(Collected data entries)
- - -
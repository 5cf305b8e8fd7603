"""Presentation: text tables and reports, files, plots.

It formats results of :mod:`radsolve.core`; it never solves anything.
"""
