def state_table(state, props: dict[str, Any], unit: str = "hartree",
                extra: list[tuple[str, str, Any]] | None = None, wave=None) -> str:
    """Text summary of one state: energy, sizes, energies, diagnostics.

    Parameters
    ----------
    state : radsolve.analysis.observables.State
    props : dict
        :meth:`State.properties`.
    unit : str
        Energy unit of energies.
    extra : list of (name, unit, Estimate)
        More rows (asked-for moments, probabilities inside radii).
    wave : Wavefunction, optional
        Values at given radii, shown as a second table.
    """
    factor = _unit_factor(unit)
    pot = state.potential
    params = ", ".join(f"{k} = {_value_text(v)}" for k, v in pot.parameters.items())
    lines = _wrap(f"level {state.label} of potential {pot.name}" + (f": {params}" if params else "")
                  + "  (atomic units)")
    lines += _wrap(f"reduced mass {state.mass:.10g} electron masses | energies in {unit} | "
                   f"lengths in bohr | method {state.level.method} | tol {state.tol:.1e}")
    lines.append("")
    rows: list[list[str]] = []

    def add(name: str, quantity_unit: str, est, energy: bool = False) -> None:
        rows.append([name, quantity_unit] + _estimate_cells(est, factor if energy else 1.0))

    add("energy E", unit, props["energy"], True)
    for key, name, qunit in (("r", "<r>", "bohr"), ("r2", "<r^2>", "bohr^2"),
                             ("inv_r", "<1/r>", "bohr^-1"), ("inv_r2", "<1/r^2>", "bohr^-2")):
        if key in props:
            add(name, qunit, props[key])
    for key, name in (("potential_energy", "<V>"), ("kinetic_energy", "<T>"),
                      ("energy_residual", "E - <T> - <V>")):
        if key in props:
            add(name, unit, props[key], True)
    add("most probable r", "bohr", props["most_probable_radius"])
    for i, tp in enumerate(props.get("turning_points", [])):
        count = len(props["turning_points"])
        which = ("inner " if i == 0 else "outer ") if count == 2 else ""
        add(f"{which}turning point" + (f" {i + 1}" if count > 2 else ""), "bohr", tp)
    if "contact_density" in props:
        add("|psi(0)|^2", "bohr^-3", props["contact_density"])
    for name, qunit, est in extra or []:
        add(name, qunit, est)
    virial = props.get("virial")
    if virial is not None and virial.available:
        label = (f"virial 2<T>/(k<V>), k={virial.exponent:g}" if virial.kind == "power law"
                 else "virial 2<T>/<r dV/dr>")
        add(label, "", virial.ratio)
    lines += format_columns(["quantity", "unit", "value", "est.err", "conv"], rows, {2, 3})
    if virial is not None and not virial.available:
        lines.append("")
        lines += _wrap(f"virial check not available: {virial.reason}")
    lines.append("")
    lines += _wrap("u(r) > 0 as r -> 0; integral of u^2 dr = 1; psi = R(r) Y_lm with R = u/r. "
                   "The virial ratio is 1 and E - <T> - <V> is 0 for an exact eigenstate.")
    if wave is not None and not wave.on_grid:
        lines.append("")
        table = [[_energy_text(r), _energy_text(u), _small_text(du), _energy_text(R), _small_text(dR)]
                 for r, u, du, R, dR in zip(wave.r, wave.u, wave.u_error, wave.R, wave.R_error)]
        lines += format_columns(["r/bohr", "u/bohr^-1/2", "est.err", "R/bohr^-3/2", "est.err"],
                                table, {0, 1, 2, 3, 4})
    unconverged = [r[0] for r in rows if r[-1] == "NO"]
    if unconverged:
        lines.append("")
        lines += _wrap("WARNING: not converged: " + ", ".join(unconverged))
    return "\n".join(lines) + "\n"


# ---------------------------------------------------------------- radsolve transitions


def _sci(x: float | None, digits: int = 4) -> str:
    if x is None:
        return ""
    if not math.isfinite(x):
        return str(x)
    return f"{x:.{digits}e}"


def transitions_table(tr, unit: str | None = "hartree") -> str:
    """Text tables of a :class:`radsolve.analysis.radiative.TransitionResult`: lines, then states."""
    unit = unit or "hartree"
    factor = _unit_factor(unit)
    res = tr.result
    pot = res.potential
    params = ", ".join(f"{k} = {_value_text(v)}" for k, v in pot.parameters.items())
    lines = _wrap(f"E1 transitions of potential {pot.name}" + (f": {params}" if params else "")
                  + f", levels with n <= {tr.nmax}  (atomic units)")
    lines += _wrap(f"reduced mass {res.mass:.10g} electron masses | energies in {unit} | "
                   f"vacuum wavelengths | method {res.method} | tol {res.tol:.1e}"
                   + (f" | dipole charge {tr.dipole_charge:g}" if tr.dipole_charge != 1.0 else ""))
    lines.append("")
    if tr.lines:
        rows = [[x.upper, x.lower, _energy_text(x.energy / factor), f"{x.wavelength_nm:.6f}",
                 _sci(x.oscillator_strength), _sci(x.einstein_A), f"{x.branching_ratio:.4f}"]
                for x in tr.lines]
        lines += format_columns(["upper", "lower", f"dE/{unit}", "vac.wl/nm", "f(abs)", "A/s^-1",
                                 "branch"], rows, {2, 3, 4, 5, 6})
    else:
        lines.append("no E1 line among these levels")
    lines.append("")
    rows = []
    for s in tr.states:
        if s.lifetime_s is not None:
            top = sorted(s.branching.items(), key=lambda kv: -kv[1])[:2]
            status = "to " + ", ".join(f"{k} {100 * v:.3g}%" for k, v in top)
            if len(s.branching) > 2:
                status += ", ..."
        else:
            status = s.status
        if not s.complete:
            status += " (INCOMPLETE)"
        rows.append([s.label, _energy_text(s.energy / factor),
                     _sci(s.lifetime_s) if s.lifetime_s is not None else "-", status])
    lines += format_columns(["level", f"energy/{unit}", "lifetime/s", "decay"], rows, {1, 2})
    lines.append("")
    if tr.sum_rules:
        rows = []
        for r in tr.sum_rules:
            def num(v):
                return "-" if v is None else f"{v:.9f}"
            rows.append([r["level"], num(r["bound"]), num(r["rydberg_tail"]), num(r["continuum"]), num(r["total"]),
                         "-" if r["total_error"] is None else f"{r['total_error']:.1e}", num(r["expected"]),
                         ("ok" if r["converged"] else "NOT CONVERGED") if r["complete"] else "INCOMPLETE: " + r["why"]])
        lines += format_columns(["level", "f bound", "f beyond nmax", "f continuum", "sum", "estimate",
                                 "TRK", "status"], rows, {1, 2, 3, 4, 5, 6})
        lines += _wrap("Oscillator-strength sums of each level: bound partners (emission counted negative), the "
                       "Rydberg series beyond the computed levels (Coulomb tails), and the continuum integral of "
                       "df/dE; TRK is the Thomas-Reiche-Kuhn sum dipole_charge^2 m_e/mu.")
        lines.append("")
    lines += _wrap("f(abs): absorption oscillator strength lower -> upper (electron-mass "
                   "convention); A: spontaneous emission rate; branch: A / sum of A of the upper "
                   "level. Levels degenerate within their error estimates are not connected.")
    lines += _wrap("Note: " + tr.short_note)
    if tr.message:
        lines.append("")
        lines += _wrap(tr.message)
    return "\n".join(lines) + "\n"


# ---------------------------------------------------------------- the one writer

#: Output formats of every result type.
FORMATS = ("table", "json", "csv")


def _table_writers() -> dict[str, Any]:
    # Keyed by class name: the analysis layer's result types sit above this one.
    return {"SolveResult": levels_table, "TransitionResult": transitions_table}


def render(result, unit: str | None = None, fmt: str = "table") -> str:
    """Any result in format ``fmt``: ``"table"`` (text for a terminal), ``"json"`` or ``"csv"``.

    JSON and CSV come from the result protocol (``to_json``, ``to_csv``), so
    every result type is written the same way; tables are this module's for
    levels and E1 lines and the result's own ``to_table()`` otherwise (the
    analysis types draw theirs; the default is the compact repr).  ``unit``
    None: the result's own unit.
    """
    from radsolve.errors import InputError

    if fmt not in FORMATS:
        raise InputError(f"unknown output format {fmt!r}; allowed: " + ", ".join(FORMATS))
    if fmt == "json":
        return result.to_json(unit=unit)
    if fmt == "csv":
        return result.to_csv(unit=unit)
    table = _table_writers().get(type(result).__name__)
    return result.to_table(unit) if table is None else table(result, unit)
- - -
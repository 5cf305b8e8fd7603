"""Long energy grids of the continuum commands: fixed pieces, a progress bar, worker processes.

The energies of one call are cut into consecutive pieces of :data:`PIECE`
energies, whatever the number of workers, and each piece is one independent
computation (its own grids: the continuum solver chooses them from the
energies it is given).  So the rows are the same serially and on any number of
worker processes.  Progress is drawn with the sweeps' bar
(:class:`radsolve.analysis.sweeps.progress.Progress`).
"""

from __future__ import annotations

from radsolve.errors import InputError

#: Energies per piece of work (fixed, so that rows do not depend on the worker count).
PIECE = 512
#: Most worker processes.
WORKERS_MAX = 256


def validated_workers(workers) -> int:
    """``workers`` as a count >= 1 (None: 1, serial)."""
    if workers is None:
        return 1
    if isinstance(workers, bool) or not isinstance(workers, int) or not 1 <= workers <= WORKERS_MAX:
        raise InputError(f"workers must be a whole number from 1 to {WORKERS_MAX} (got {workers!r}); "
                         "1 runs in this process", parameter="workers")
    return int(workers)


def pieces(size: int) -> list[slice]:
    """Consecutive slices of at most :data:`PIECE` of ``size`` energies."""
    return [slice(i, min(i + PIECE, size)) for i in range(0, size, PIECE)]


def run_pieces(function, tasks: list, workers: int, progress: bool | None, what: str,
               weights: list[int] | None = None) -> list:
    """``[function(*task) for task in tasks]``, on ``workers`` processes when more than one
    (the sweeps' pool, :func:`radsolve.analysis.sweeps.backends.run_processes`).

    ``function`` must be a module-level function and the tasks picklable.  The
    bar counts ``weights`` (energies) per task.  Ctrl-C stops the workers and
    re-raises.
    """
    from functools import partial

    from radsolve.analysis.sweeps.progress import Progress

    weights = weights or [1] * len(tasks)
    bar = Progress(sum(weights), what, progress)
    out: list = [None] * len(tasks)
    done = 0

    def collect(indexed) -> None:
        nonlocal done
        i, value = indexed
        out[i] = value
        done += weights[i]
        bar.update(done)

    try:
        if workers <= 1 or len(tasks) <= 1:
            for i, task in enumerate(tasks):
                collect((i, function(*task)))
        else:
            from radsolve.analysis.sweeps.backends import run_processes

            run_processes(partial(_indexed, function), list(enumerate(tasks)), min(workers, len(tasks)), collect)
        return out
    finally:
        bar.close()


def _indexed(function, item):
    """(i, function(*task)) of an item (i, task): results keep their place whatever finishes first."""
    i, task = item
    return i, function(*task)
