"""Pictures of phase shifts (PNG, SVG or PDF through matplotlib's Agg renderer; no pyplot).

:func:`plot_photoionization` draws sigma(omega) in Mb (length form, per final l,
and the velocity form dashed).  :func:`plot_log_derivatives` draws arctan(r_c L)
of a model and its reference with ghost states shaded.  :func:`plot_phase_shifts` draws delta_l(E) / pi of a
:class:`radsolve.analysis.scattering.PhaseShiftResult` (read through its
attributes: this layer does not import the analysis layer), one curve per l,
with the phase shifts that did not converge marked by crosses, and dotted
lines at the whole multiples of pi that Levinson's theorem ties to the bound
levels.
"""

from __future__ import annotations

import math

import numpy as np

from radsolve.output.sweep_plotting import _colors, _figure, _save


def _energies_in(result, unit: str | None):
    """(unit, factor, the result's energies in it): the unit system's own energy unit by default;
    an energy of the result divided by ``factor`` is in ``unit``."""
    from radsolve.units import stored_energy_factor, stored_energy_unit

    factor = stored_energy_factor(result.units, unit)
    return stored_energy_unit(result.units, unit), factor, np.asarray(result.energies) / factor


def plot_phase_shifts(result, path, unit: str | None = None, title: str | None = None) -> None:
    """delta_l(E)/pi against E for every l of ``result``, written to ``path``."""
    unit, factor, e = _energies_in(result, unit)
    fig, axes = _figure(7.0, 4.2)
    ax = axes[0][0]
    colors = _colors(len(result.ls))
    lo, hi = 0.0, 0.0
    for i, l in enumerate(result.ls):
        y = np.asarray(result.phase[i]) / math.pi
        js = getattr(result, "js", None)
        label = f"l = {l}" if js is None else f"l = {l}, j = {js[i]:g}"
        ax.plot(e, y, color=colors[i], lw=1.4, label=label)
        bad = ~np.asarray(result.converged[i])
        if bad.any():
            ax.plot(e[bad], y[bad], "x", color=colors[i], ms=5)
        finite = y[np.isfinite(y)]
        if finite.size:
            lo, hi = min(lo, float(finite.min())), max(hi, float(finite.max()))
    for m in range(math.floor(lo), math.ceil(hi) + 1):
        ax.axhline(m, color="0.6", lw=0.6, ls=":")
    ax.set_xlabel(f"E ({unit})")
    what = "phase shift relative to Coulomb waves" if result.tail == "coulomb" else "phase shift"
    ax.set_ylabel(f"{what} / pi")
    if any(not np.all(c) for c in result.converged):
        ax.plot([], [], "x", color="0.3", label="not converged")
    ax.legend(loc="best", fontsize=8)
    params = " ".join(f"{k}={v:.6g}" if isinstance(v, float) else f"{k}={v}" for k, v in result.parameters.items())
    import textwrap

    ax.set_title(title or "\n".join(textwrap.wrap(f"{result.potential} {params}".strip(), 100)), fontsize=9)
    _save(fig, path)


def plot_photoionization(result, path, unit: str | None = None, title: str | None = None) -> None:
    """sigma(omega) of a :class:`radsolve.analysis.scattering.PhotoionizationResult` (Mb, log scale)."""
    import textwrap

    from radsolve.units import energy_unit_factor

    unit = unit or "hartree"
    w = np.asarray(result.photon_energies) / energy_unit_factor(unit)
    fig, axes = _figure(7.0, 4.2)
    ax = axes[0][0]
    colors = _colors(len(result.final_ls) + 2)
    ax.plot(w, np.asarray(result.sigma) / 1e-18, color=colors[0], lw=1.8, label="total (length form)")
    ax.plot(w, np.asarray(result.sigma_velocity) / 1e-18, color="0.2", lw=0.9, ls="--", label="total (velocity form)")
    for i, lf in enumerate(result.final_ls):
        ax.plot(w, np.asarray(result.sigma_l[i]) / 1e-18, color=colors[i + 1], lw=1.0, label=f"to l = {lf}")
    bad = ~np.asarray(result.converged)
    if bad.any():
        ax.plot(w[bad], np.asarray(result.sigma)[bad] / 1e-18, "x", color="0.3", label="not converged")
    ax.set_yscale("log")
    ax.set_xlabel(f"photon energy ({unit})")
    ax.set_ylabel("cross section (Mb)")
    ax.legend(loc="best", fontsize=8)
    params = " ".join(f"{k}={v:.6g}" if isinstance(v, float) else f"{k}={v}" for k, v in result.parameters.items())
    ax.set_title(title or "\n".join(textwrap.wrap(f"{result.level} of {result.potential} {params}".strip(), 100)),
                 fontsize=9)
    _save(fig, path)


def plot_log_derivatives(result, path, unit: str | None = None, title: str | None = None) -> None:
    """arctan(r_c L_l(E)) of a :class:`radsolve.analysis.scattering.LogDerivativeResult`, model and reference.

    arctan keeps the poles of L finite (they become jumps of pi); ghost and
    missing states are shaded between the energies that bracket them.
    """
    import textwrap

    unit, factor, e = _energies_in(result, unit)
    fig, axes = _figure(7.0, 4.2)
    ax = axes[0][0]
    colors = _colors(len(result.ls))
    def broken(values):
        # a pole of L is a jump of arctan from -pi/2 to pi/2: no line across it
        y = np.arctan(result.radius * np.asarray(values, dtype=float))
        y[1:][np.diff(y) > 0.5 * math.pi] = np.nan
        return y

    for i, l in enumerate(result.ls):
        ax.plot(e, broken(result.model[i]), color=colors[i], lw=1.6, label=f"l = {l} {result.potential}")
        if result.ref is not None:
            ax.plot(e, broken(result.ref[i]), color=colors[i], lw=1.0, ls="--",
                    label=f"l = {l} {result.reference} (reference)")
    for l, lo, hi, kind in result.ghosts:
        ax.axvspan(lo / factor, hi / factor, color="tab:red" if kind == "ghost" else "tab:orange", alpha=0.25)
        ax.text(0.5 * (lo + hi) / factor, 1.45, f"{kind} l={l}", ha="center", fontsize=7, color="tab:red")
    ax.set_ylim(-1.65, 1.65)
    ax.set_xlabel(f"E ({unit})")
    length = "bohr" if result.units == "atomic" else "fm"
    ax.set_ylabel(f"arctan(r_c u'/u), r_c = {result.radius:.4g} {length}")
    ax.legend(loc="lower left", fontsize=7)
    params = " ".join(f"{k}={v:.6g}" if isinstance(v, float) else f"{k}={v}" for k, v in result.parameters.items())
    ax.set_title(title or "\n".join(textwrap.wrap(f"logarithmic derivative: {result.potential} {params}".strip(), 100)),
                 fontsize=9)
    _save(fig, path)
- - -
Exercise prompt -
Of the entries above, repeat exactly the lines from the line with "nonlocal done" through the line with "factor = stored_energy_factor(result.units, unit)", both of them included.

Task output -
        nonlocal done
        i, value = indexed
        out[i] = value
        done += weights[i]
        bar.update(done)

    try:
        if workers <= 1 or len(tasks) <= 1:
            for i, task in enumerate(tasks):
                collect((i, function(*task)))
        else:
            from radsolve.analysis.sweeps.backends import run_processes

            run_processes(partial(_indexed, function), list(enumerate(tasks)), min(workers, len(tasks)), collect)
        return out
    finally:
        bar.close()


def _indexed(function, item):
    """(i, function(*task)) of an item (i, task): results keep their place whatever finishes first."""
    i, task = item
    return i, function(*task)
"""Pictures of phase shifts (PNG, SVG or PDF through matplotlib's Agg renderer; no pyplot).

:func:`plot_photoionization` draws sigma(omega) in Mb (length form, per final l,
and the velocity form dashed).  :func:`plot_log_derivatives` draws arctan(r_c L)
of a model and its reference with ghost states shaded.  :func:`plot_phase_shifts` draws delta_l(E) / pi of a
:class:`radsolve.analysis.scattering.PhaseShiftResult` (read through its
attributes: this layer does not import the analysis layer), one curve per l,
with the phase shifts that did not converge marked by crosses, and dotted
lines at the whole multiples of pi that Levinson's theorem ties to the bound
levels.
"""

from __future__ import annotations

import math

import numpy as np

from radsolve.output.sweep_plotting import _colors, _figure, _save


def _energies_in(result, unit: str | None):
    """(unit, factor, the result's energies in it): the unit system's own energy unit by default;
    an energy of the result divided by ``factor`` is in ``unit``."""
    from radsolve.units import stored_energy_factor, stored_energy_unit

    factor = stored_energy_factor(result.units, unit)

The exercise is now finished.